Hung Truong: The Blog!

Conditional GETs in App Engine

December 01, 2010 | 1 Minute Read

I’m currently working on an app in Google App Engine that polls feeds periodically and then does stuff with them. I suppose I could use that pubsubhubbub thingy but I have a feeling that most feeds aren’t using this yet.

Anyway, I did a quick naive implementation of polling about every hour or so. Apparently the feed parser I’m using is pretty inefficient because it’s eating up a lot of resources (relatively speaking) on App Engine. I remembered that the http protocol is pretty smart, and there’s a way to figure out if stuff has changed since the last time you grabbed it.

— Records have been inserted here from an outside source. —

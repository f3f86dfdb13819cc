"""Waivers in the design file: accepted, expired, unmatched or not needed, ignored; and their exit codes."""

import datetime

import pytest

from margincheck.checking import check_file
from margincheck.findings import Status, Verdict

TODAY = datetime.datetime(2026, 12, 1, 12, 0, tzinfo=datetime.timezone.utc)


@pytest.fixture
def passing(contract_data):
    """The contract design with Q1 alone and a 600 V bus capacitor: Q1's turn-off overshoot fails, several
    rules are not evaluated, the rest pass."""
    data = contract_data
    data["capacitors"][0]["rated_voltage"] = "600 V"
    data["switches"] = data["switches"][:1]
    return data


def _waiver(rule="turn-off-overshoot", subject="Q1", expires="2027-06-30"):
    return {"rule": rule, "subject": subject, "reason": "bench build at reduced bus voltage only",
            "accepted_by": "lead engineer (JK)", "expires": expires}


def _waive_all_failures(data, write_design, **overrides):
    """Waive every failing and not-evaluated finding of the design, so that the waivers decide the gate."""
    path = write_design(data)
    report = check_file(path, now=TODAY)
    data["waivers"] = [_waiver(f.rule, f.subject, **overrides) for f in report.findings
                       if f.status in (Status.FAIL, Status.NOT_EVALUATED)]
    return write_design(data)


def test_a_valid_waiver_waives_and_the_gate_passes(passing, write_design, run_cli):
    path = _waive_all_failures(passing, write_design)
    report = check_file(path, now=TODAY)
    overshoot = next(f for f in report.findings if (f.rule, f.subject) == ("turn-off-overshoot", "Q1"))
    assert overshoot.status is Status.WAIVED and overshoot.waived_status is Status.FAIL
    assert "lead engineer (JK)" in overshoot.waiver and overshoot.margin < 0  # the value is kept, not hidden
    assert report.verdict is Verdict.MARGINAL and report.exit_code == 0
    assert all(outcome.state.value == "applied" for outcome in report.waivers)
    code, out, _ = run_cli("check", path)
    assert code == 0 and "WAIVED" in out


def test_an_expired_waiver_fails(passing, write_design, run_cli):
    path = _waive_all_failures(passing, write_design, expires="2026-11-30")
    report = check_file(path, now=TODAY)
    assert report.exit_code == 1 and not any(f.status is Status.WAIVED for f in report.findings)
    assert all(outcome.state.value == "expired" for outcome in report.waivers)
    assert "EXPIRED waiver" in next(f for f in report.findings if f.rule == "turn-off-overshoot").waiver


def test_a_waiver_holds_through_its_expiry_day(passing, write_design):
    path = _waive_all_failures(passing, write_design, expires="2026-12-01")
    assert check_file(path, now=TODAY).exit_code == 0


def test_a_waiver_that_matches_no_finding_is_reported(passing, write_design):
    passing["waivers"] = [_waiver(subject="Q9"), _waiver(rule="bus-voltage")]
    report = check_file(write_design(passing), now=TODAY)
    states = [outcome.state.value for outcome in report.waivers]
    assert states == ["unmatched", "not-needed"]
    assert report.exit_code == 1  # the overshoot still fails: an unused waiver waives nothing


def test_no_waivers_ignores_them_all(passing, write_design, run_cli):
    path = _waive_all_failures(passing, write_design)
    code, out, _ = run_cli("check", path, "--no-waivers")
    assert code == 1 and "ignored (--no-waivers)" in out


def test_a_waiver_with_an_impossible_date_is_a_located_error(passing, write_design, run_cli):
    passing["waivers"] = [_waiver(expires="2027-02-30")]
    code, _, err = run_cli("check", write_design(passing))
    assert code == 2 and "waivers[0].expires" in err and "not a calendar date" in err


def test_waived_findings_are_counted_in_every_format(passing, write_design, run_cli, tmp_path):
    path = _waive_all_failures(passing, write_design)
    run_cli("check", path, "--report", f"junit:{tmp_path / 'j.xml'}", "--report", f"sarif:{tmp_path / 's.sarif'}",
            "--report", f"markdown:{tmp_path / 'm.md'}", "--report", f"html:{tmp_path / 'h.html'}")
    assert "<skipped" in (tmp_path / "j.xml").read_text(encoding="utf-8")
    assert '"suppressions"' in (tmp_path / "s.sarif").read_text(encoding="utf-8")
    assert "| WAIVED |" in (tmp_path / "m.md").read_text(encoding="utf-8")
    assert "WAIVED" in (tmp_path / "h.html").read_text(encoding="utf-8")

Google’s urlfetch doesn’t seem to support conditional GETs (someone tell me if I am wrong). I looked around and found a few tutorials on how to accomplish this in Python using urllib2. The tutorials weren’t exactly what I wanted, so I had to change a few things here or there. Here’s a snippet of code that I’m using:

import urllib2
feed = Feed.get() #my feed object has a etag, last_modified and url property
req = urllib2.Request(url)
if feed.etag:
    req.add_header("If-None-Match", feed.etag)
if feed.last_modified:
    req.add_header("If-Modified-Since", feed.last_modified)
try:
    url_handle = urllib2.urlopen(req)
    content = url_handle.read()
    headers = url_handle.info()
    feed.etag = headers.getheader("ETag")
    feed.last_modified = headers.getheader("Last-Modified")
    feed.put()
except Exception, e:
    logging.info(e) #just says 304 didn't change
    return
dostuffwith(content)

This handles my use case, which is doing work if the feed is new, and ignoring it if it hasn’t been modified. I could probably wrap this into a function that returned false if it the file hadn’t changed, and the content if it was new… Probably will do that next.